Un duo à fleur de nerfs de Christine Angot et Mathilde Monnier sur les paradoxes de l’être bourgeois.

Ses talons claquent, avec la hargne fébrile de ceux qui ont décidé de passer à l’acte, enfin. Christine Angot, jeans et chemise noire très Saint-Germain, s’assoie à la table qui trône dans la blancheur clinique du plateau. Mathilde Monnier, le corps tendu comme un poing serré, se tient à l’arrière. Elles vont déballer. Questionner. Leur cible ? La bourgeoisie, ses promesses de bonheur frelatées, ses codes de distinction sclérosants, son emprise insidieuse comme modèle dominant. « Mathilde Monnier est née dans une famille bourgeoise d’industriels alsaciens de Mulhouse. Dans laquelle elle ne s’est jamais sentie bien. On ne se sent donc pas bien dans la bourgeoisie ? Pourtant c’est notre modèle à tous, pourquoi ? Et moi, quelles sont mes racines sociales ? ». Christine Angot, elle, a toujours claudiqué entre le milieu maternel de commerçants, qu’elle toise d’un doux mépris, et le sérail intellectuel parisien de son père, qui ne l’a pas reconnu et qu’elle rencontre à 14 ans. Elle a toujours oscillé entre fascination et détestation extrême. Huit ans après Arrêtons, arrêtez, arrête, l’écrivain et la chorégraphe renouent leur dialogue pour exciser cette douleur rageuse : celle d’appartenir à un milieu que l’on vomit en même temps qu’il vous constitue.

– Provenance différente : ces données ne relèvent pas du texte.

"""WGS 84 geodetic ↔ east-north-up against pymap3d, a published constant and closed forms."""

import numpy as np
import osculate as osc
import pandas as pd
import pytest
from osculate import Flag

pm = pytest.importorskip("pymap3d")
WGS84 = pm.Ellipsoid.from_name("wgs84")

# Origins spread over the globe: mid latitude, southern hemisphere across the antimeridian,
# high Arctic, the equator, a high-altitude origin.
ORIGINS = [
    (45.0, 7.0, 100.0),
    (-33.9, 179.95, 20.0),
    (78.2, 15.6, 5.0),
    (0.0, -75.0, 2500.0),
    (27.99, 86.93, 8848.0),
]


def random_track(rng, origin, length_m=100_000.0, n=2000):
    """Points up to `length_m` from the origin in ENU, as geodetic through pymap3d."""
    ang = rng.uniform(0, 2 * np.pi, n)
    rad = length_m * np.sqrt(rng.uniform(0, 1, n))
    e, nn, u = rad * np.cos(ang), rad * np.sin(ang), rng.uniform(-500, 3000, n)
    lat, lon, h = pm.enu2geodetic(e, nn, u, *origin, ell=WGS84, deg=True)
    return np.asarray(lat), np.asarray(lon), np.asarray(h)


@pytest.mark.parametrize("origin", ORIGINS)
def test_forward_agrees_with_pymap3d(rng, origin):
    # Reference: pymap3d.geodetic2enu (WGS 84). Tolerance 1 mm over 100 km (required); both are
    # closed forms, so they agree to rounding (~1e-8 m).
    lat, lon, h = random_track(rng, origin)
    ours = osc.geodetic_to_enu(lat, lon, h, origin=origin)
    ref = np.column_stack(pm.geodetic2enu(lat, lon, h, *origin, ell=WGS84, deg=True))
    np.testing.assert_allclose(ours, ref, rtol=0, atol=1e-3)


@pytest.mark.parametrize("origin", ORIGINS)
def test_inverse_agrees_with_pymap3d(rng, origin):
    # Reference: pymap3d.enu2geodetic (WGS 84, You (2000) for ECEF → geodetic), an independent
    # method. Tolerance 1 mm: 1e-8° of latitude is 1.1 mm, longitude scaled by cos(lat); h 1 mm.
    ang = rng.uniform(0, 2 * np.pi, 2000)
    rad = 100_000.0 * np.sqrt(rng.uniform(0, 1, 2000))
    e, n, u = rad * np.cos(ang), rad * np.sin(ang), rng.uniform(-500, 3000, 2000)
    ours = osc.enu_to_geodetic(e, n, u, origin)
    lat, lon, h = (np.asarray(a) for a in pm.enu2geodetic(e, n, u, *origin, ell=WGS84, deg=True))
    metres_per_degree = 111_320.0  # ≥ 110.5 km per degree of latitude; an upper bound suffices
    np.testing.assert_allclose(ours[:, 0], lat, rtol=0, atol=1e-3 / metres_per_degree * 1.01)
    dlon = (ours[:, 1] - lon + 540.0) % 360.0 - 180.0
    coslat = np.cos(np.radians(lat))
    assert np.max(np.abs(dlon) * coslat) * metres_per_degree <= 1e-3
    np.testing.assert_allclose(ours[:, 2], h, rtol=0, atol=1e-3)


@pytest.mark.parametrize("origin", ORIGINS)
def test_round_trip(rng, origin):
    # geodetic → ENU → geodetic with both closed forms: required ≤ 1e-9°; heights ≤ 1 µm.
    lat, lon, h = random_track(rng, origin)
    enu = osc.geodetic_to_enu(lat, lon, h, origin)
    back = osc.enu_to_geodetic(*enu.T, origin=origin)
    assert np.max(np.abs(back[:, 0] - lat)) <= 1e-9
    assert np.max(np.abs((back[:, 1] - lon + 540.0) % 360.0 - 180.0)) <= 1e-9
    assert np.max(np.abs(back[:, 2] - h)) <= 1e-6


def test_known_point_north_pole_seen_from_the_equator():
    # Published WGS 84 constants, NIMA TR8350.2 (3rd ed., 2000): a = 6378137 m (Table 3.1) and the
    # derived semi-minor axis b = 6356752.3142 m (Table 3.3); values quoted from memory.
    # The pole (90°, any lon, 0 m) has ECEF (0, 0, b); the origin (0°, 0°, 0 m) has ECEF (a, 0, 0),
    # where east = +Y, north = +Z, up = +X. So the pole is at ENU (0, b, -a).
    # Tolerance 0.1 mm: the published b is rounded to 0.1 mm.
    enu = osc.geodetic_to_enu(90.0, 123.0, 0.0, origin=(0.0, 0.0, 0.0))
    np.testing.assert_allclose(enu, [0.0, 6356752.3142, -6378137.0], rtol=0, atol=1e-4)
    back = osc.enu_to_geodetic(0.0, 6356752.3142, -6378137.0, origin=(0.0, 0.0, 0.0))
    assert back[0] == pytest.approx(90.0, abs=1e-9)
    assert back[2] == pytest.approx(0.0, abs=1e-4)


def test_one_metre_up_and_one_second_of_arc_north():
    # Closed forms: raising h by 1 m moves the point 1 m along the local normal (up); at the
    # equator 1″ of latitude is M·π/648000 with meridian radius M = a(1-e²) = 6335439.327 m,
    # i.e. 30.7157 m (NIMA TR8350.2 constants; tolerance 1 mm: M varies by 1e-10 over 1″).
    enu = osc.geodetic_to_enu([0.0, 0.0, 1 / 3600], [10.0, 10.0, 10.0], [0.0, 1.0, 0.0])
    np.testing.assert_allclose(enu[1], [0.0, 0.0, 1.0], atol=1e-9)
    a, f = 6378137.0, 1 / 298.257223563
    m = a * (1 - f * (2 - f))
    assert enu[2, 1] == pytest.approx(m * np.pi / 648000, abs=1e-3)


def test_per_track_origins_are_each_tracks_first_fix(rng):
    # Two interleaved tracks on two continents, with a NaN fix at the start of one: each track's
    # ENU equals pymap3d's about that track's first finite fix (tolerance 1 mm, as above).
    lat_a, lon_a, h_a = random_track(rng, ORIGINS[0], length_m=5_000.0, n=50)
    lat_b, lon_b, h_b = random_track(rng, ORIGINS[1], length_m=5_000.0, n=50)
    lat_b[0] = np.nan
    lat = np.empty(100)
    lon, h = np.empty(100), np.empty(100)
    tracks = np.tile(["a", "b"], 50)
    lat[::2], lat[1::2] = lat_a, lat_b
    lon[::2], lon[1::2] = lon_a, lon_b
    h[::2], h[1::2] = h_a, h_b
    enu = osc.geodetic_to_enu(lat, lon, h, tracks=tracks)
    first_a = (lat_a[0], lon_a[0], h_a[0])
    first_b = (lat_b[1], lon_b[1], h_b[1])
    ref_a = np.column_stack(pm.geodetic2enu(lat_a, lon_a, h_a, *first_a, ell=WGS84))
    ref_b = np.column_stack(pm.geodetic2enu(lat_b, lon_b, h_b, *first_b, ell=WGS84))
    np.testing.assert_allclose(enu[::2], ref_a, atol=1e-3)
    assert np.isnan(enu[1]).all()
    np.testing.assert_allclose(enu[3::2], ref_b[1:], atol=1e-3)
    # Back with one origin per track, in the order of numpy.unique(tracks).
    back = osc.enu_to_geodetic(*enu.T, origin=[first_a, first_b], tracks=tracks)
    np.testing.assert_allclose(back[::2, 0], lat_a, atol=1e-9)
    np.testing.assert_allclose(back[3::2, 1], lon_b[1:], atol=1e-9)


def test_broadcasting_and_array_likes():
    enu = osc.geodetic_to_enu([[45.0, 45.1], [45.2, 45.3]], 7, 0.0, origin=[45, 7, 0])
    assert enu.shape == (2, 2, 3)
    assert osc.geodetic_to_enu(45.0, 7.0, 0.0).tolist() == [0.0, 0.0, 0.0]
    # The origin maps to itself, to rounding of the ECEF coordinates (~1e-9 m).
    assert osc.enu_to_geodetic(0, 0, 0, (45, 7, 0)).tolist() == pytest.approx(
        [45.0, 7.0, 0.0], abs=1e-8
    )


BAD = [
    # (description, call, exception, message regex)
    (
        "latitude out of range",
        lambda: osc.geodetic_to_enu([0.0, 95.0], [0, 0], [0, 0]),
        osc.InputError,
        r"lat: track 0, row 1: latitude 95 is outside \[-90, 90\] degrees",
    ),
    (
        "bad latitude, interleaved tracks: the caller's row",
        lambda: osc.geodetic_to_enu([0, 1, 2, -91.0], 0, 0, tracks=[5, 6, 5, 6]),
        osc.InputError,
        r"lat: track 6, row 3: latitude -91 is outside",
    ),
    (
        "origin off the globe",
        lambda: osc.geodetic_to_enu(0, 0, 0, origin=(100, 0, 0)),
        osc.InputError,
        r"origin: latitude 100",
    ),
    (
        "origin not finite",
        lambda: osc.enu_to_geodetic(0, 0, 0, origin=(np.nan, 0, 0)),
        osc.InputError,
        r"origin: must be finite",
    ),
    (
        "origin shape",
        lambda: osc.geodetic_to_enu(0, 0, 0, origin=(1, 2)),
        osc.InputError,
        r"origin: expected \(lat, lon, h\)",
    ),
    (
        "origins per track, wrong count",
        lambda: osc.enu_to_geodetic([0, 1], 0, 0, origin=[[0, 0, 0]] * 3, tracks=[1, 2]),
        osc.InputError,
        r"origin: expected",
    ),
    (
        "shapes do not broadcast",
        lambda: osc.geodetic_to_enu([1, 2], [1, 2, 3], 0),
        osc.InputError,
        r"lat, lon, h: shapes do not broadcast",
    ),
    ("strings", lambda: osc.geodetic_to_enu(["a"], [0], [0]), TypeError, r"lat: expected real"),
    ("empty", lambda: osc.geodetic_to_enu([], [], []), osc.InputError, r"empty"),
    (
        "tracks with 2-D coordinates",
        lambda: osc.geodetic_to_enu(np.zeros((2, 2)), 0, 0, tracks=[1, 2]),
        osc.InputError,
        r"tracks: needs 1-D",
    ),
]


@pytest.mark.parametrize("what, call, exc, pattern", BAD, ids=[b[0] for b in BAD])
def test_bad_input(what, call, exc, pattern):
    with pytest.raises(exc, match=pattern):
        call()


def test_nan_fixes_stay_nan_and_track_without_fix():
    enu = osc.geodetic_to_enu([np.nan, np.nan, 1.0], [0.0, 0.0, 1.0], 0.0, tracks=[1, 1, 2])
    assert np.isnan(enu[:2]).all() and enu[2].tolist() == [0.0, 0.0, 0.0]


def test_gps_circle_goes_straight_into_the_accessor():
    # A vehicle circling at 10 m/s on a radius of 500 m, laid out in ENU and converted to WGS 84 by
    # pymap3d: κ = 1/R and a_n = v²/R (uniform circular motion, closed form). Tolerance 1e-4
    # relative: finite-difference error at 0.1 s steps, plus the tangent-plane curvature of the
    # ellipsoid (the ENU frame is anchored at the first fix, 1 km from the centre: ≤ 1e-7).
    r, v = 500.0, 10.0
    t = np.arange(0.0, 2 * np.pi * r / v, 0.1)
    e, n = r * np.cos(v * t / r), r * np.sin(v * t / r)
    lat, lon, h = pm.enu2geodetic(e, n, np.full_like(t, 30.0), 52.0, 4.9, 0.0, ell=WGS84)
    df = pd.DataFrame({"t": t, "lat": lat, "lon": lon, "alt": h})
    df.loc[100, "lat"] = np.nan  # a dropped fix: kept, INVALID
    res = df.osc.kinematics(time="t", position=("lat", "lon", "alt"), crs="geodetic", order=4)
    assert list(res.columns[:3]) == ["east", "north", "up"]
    ok = res["flags"].to_numpy() == 0
    assert ok.sum() > 0.9 * len(df)
    np.testing.assert_allclose(res["curvature"][ok], 1 / r, rtol=1e-4)
    np.testing.assert_allclose(res["accel_normal"][ok], v * v / r, rtol=1e-4)
    # Counter-clockwise seen from above: left turns, positive about the default up = (0, 0, 1).
    assert (res["signed_curvature"][ok] > 0).all()
    assert Flag.INVALID in Flag(int(res["flags"].iloc[100]))
    s = df.osc.summary(time="t", position=("lat", "lon", "alt"), crs="geodetic")
    np.testing.assert_allclose(s[["origin_lat", "origin_lon"]].iloc[0], [lat[0], lon[0]])
    assert s["origin_h"].iloc[0] == pytest.approx(h[0])


def test_geodetic_without_height_is_planar_east_north():
    # Without an altitude column the height is 0 and the path is planar (east, north): the same
    # east/north and planar curvature as the 3-D path flattened (κ of a level circle; exact
    # agreement of the east/north components, which do not depend on the discarded "up").
    r, v = 200.0, 5.0
    t = np.arange(0.0, 100.0, 0.2)
    lat, lon, _ = pm.enu2geodetic(
        r * np.cos(v * t / r), r * np.sin(v * t / r), 0 * t, -12.0, 130.0, 0.0, ell=WGS84
    )
    df = pd.DataFrame({"t": t, "lat": lat, "lon": lon, "h": 0.0})
    flat = df.osc.kinematics(time="t", position=["lat", "lon"], crs="geodetic", order=4)
    full = df.osc.kinematics(time="t", position=["lat", "lon", "h"], crs="geodetic", order=4)
    assert "up" not in flat.columns and "tangent_z" not in flat.columns
    np.testing.assert_array_equal(flat[["east", "north"]], full[["east", "north"]])
    inner = slice(5, -5)
    # κ = 1/R (closed form); tolerance 1e-5 relative: FD error plus the up-drift of the tangent
    # plane that the planar path ignores (d²/2R over 400 m, 1e-2 m on 200 m).
    np.testing.assert_allclose(flat["curvature"].iloc[inner], 1 / r, rtol=1e-5)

Entre rejet et appartenance
Agrippée à son pupitre, Christine martèle les mots. Elle raconte. Son enfance, l’adolescence, l’inceste. La colère au bord des lèvres. Elle effeuille l’album de famille. Et dézingue sec : la douce tyrannie des appartenances, les rancoeurs ravalées, l’obscénité des larmes, le geste large quand il faut, les bons sentiments, les maisons secondaires, les promenades en forêt et les pots de Premières… Car plus qu’une classe, la bourgeoisie se veut un art de vivre, un parangon du bon goût. Elle sait les belles choses, « adoube » ses artistes, possède le sens du raffinement. Tandis que la parole frappe, décharge trop longtemps contenue, Mathilde grimace, pleurniche, éructe, la voix empêchée de trop d’interdits, de trop d’émotions rentrées.  Elle fait mine de tirer. Les balles sifflent. « Arrête ! » lui lance Christine comme on houspille une gamine. Mais Mathilde continue, elle re-par-court les âges de sa vie. Elle fait le singe. Son corps se tord, vrillé de l’intérieur par la révolte ambivalente entre « être dedans » et « être contre ». Car c’est bien ce paradoxe-là, à la fois intime et sociétal, que pointe La Place du singe : le tiraillement irrésolu, douloureux, au sein d’une même étoffe, entre rejet et appartenance, la contradiction intrinsèque dans laquelle l’identité doit pourtant bien tenter de se définir. Ces deux femmes l’expriment dans leur chair, chacune à leur manière, au plus près d’elles-mêmes.